COG5-CDG (). A single individual was described with mild developmental delay in motor and language.137

COG6-CDG (). A single infant presented with severe neurologic disease including vitamin K deficiency, intracranial bleeding, vomiting, intractable seizures and early infant death.138

ATP6V0A2-CDG and other cutis laxa. Multiple patients with autosomal recessive cutis laxa have subsequently been found to have abnormal transferring isoelectric focusing and mutations in the ATP6V0A2 gene.139–141

Diagnostic testing

Since the identification of a protein glycosylation defect in 1984, isoelectric focusing of serum transferrin is the diagnostic screening test of choice.142 This method relies on the amount of negative charge on the transferrin related to the number of terminal sialic residues. Type I pattern is characterized by a decrease in the mature tetrasialo-transferrin and an increase of disialo- and asialo-transferrins due to defective assembly of the N-linked glycans in the ER. A type II pattern is characterized by increases of the trisialo- and monosialo-transferrin due to a defect in processing.143 Since that time, other testing modalities have been employed to recognize deficient glycosylation of serum transferring including capillary electrophoresis,144 high-pressure liquid chromatography (HPLC145). The utilization of multiple mass spectrometry methods has expanded the diagnostics and characterization of glycosylation. This allows both determination of the number of glycosylated sites and the variety of N-linked glycan structures. These methods include electrospray mass spectrometry (ESI-MS146), liquid chromatography (LC) coupled with ESI-MS,147,148 and matrix assisted laser desorption ionization (MALDI)-MS.149,150

Isoelectric focusing of serum apolipoprotein C-III (APOC3) can be done to investigate abnormal mucin type O-glycosylation,151 which can be seen in some of the combined N- and O-linked glycosylation defects. Immunohistochemistry using antibodies to the glycosylated epitope of alpha-dystroglycan (IIH-6 or VIA4-1) can be utilized to evaluate for dystroglycanopathies.97,152–154

Once a defect is suspected, confirmation of the particular gene involved requires molecular analysis. Emerging next-generation sequencing of whole exome and whole genome sequencing will aid in identifying defects.155

Management/therapy

Infants and children with all types of protein hypoglycosylation defects require a multidisciplinary approach. Treatment should be tailored to the individual’s complications. Nutrition support providing maximal caloric intake and/or nasogastric or gastrostomy tube feedings may be necessary. A comprehensive multisystemic evaluation should be done and support given as necessary. Therapeutic adjuncts including physical, occupational and speech therapy should be utilized to aid in the medical management. Antiepileptic therapy should be used for seizures.

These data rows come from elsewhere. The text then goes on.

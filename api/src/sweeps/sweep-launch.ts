import { randomUUID } from 'node:crypto';
import type { EntityManager } from '@mikro-orm/postgresql';
import type { Request } from 'express';
import type PgBoss from 'pg-boss';
import type { AllowanceLimits } from '../../../shared/schemas/allowance.js';
import type { UserRef } from '../../../shared/schemas/recording.js';
import type { SweepLaunch } from '../../../shared/schemas/sweep.js';
import type { Project } from '../entities/project.js';
import { Sweep } from '../entities/sweep.js';
import { Team } from '../entities/team.js';
import { HttpError } from '../http/http-error.js';
import { sweepJobDefaults, sweepQueueNames } from '../queue/sweep-jobs.js';
import { sendInTransaction } from '../queue/transactional-send.js';
import { recordAudit } from '../services/audit-trail.js';
import { lockAllowance, teamUsage } from './allowance-ledger.js';
import { planLaunch } from './launch-plan.js';
import { estimateAnswer } from './sweep-estimate-answer.js';

/**
 * Launches a sweep (design step 1) in one transaction: the team's allowance row is locked, the three limits
 * are checked against the estimate (409 `allowance_exceeded` naming limit and estimate), the description is
 * frozen, the sweep stored queued and its prepare job enqueued; both commit together or not at all.
 */
export async function launchSweep(
  em: EntityManager,
  boss: PgBoss,
  project: Project,
  launch: SweepLaunch,
  launcher: UserRef & { email: string },
  defaults: AllowanceLimits,
  req: Request | null,
): Promise<string> {
  const plan = await planLaunch(em, project, launch);
  return em.fork().transactional(async (tx) => {
    const limits = await lockAllowance(tx, project.team.id, defaults);
    const team = await tx.findOneOrFail(Team, { id: project.team.id });
    const estimate = await estimateAnswer(tx, plan, team, limits, await teamUsage(tx, team.id));
    if (!estimate.fits) {
      const fields = Object.fromEntries(estimate.refusals.map((r) => [r.limit, r.message]));
      throw new HttpError(409, 'allowance_exceeded', estimate.refusals.map((r) => r.message).join(' '), fields);
    }
    const sweep = tx.create(Sweep, {
      id: randomUUID(),
      project: project.id,
      team,
      name: plan.name,
      state: 'queued',
      candidateSetId: plan.candidateSet.id,
      candidateSetName: plan.candidateSet.name,
      description: plan.description,
      launchedById: launcher.id,
      launchedByName: launcher.name,
      launchedByEmail: launcher.email,
      totalSubsets: plan.totalSubsets,
      estimatedCpuSeconds: plan.cpuSeconds,
      excluded: [],
      warnings: plan.warnings,
    });
    recordAudit(tx, req, {
      action: 'sweep.launched',
      teamId: team.id,
      targetType: 'sweep',
      targetId: sweep.id,
      details: { name: sweep.name, subsets: plan.totalSubsets, cpuSeconds: Math.round(plan.cpuSeconds) },
    });
    await tx.flush();
    await sendInTransaction(boss, tx, sweepQueueNames.prepare, { kind: 'prepare', sweepId: sweep.id }, sweepJobDefaults.prepare);
    return sweep.id;
  });
}
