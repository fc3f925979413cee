import type { EntityManager } from '@mikro-orm/postgresql';
import { FIXED_COST_SWEEPS, type FixedCosts } from '../../../shared/sweeps/fixed-costs.js';
import type { ShardSizing } from '../../../shared/sweeps/shard-plan.js';
import type { MeasuredThroughput } from '../../../shared/sweeps/sweep-estimate.js';
import { SubsetThroughput } from '../entities/subset-throughput.js';
import { SweepTiming } from '../entities/sweep-timing.js';
import { WorkerPresence } from '../entities/worker-presence.js';

/** A worker that reported within this many milliseconds counts as running. */
export const workerAliveMs = 30_000;

/** Measured subsets, CPU seconds and shards per size. */
export async function measuredThroughput(em: EntityManager): Promise<MeasuredThroughput> {
  const rows = await em.find(SubsetThroughput, {});
  return new Map(rows.map((row) => [row.size, { subsets: row.subsets, cpuSeconds: row.cpuSeconds, shards: row.shards }]));
}

/** The workers seen lately: their threads, and how the latest of them cuts shards (null when none runs). */
export async function liveWorkers(em: EntityManager, now = new Date()): Promise<{ threads: number; sizing: ShardSizing | null }> {
  const workers = await em.find(WorkerPresence, { lastSeenAt: { $gt: new Date(now.getTime() - workerAliveMs) } }, { orderBy: { lastSeenAt: 'desc' } });
  const latest = workers[0];
  return {
    threads: workers.reduce((sum, worker) => sum + worker.threads, 0),
    sizing: latest ? { targetSeconds: latest.shardSeconds, subsetsPerShard: latest.shardSubsets ?? null } : null,
  };
}

/** The fixed costs the latest finished sweeps measured, newest first. */
export async function latestFixedCosts(em: EntityManager): Promise<FixedCosts[]> {
  const rows = await em.find(SweepTiming, {}, { orderBy: { finishedAt: 'desc' }, limit: FIXED_COST_SWEEPS });
  return rows.map((row) => ({ prepareSeconds: row.prepareSeconds, shardOverheadSeconds: row.shardOverheadSeconds, finishSeconds: row.finishSeconds }));
}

PMI-CDG (CDG-Ib), which is characterized by hepatic-intestinal disease, is the only type of hypoglycosylation defect where a specific therapy exists. Mannose given as 1 gram per kg body weight per day divided into five oral doses normalized hypoproteinemia and coagulation defects and rapidly improves the hypoglycemia and protein-losing enteropathy.156–158 In some patients with PMI-CDG (CDG-Ib), heparin therapy can be an alternative to mannose in the treatment of the enteropathy.15

There has been a report of correction of the infections and improved neutrophil count with fucose treatment in a patient with SLC35C1-CDG (CDG-IIc),159 a defect in the fucose transporter.

For the dystroglycanopathies, overexpression of LARGE160 and galgt2 has been shown to improve glycosylation of alpha-dystroglycan in cells from patients and animal models of muscular dystrophy.161 In addition, patients with dystroglycanopathies have responded to oral steroids with improvement of muscle function.108

Conclusion

The field of glycosylation defects has been rapidly expanding due to improved clinical awareness and biochemical diagnostic techniques. The clinical spectrum for defects in both N- and O-linked glycosylation is extremely broad, challenging clinicians to screen for these defects in a variety of settings and disciplines. With some 500 genes involved in the synthesis and function of glycoproteins, it is likely that many more defects have yet to be identified.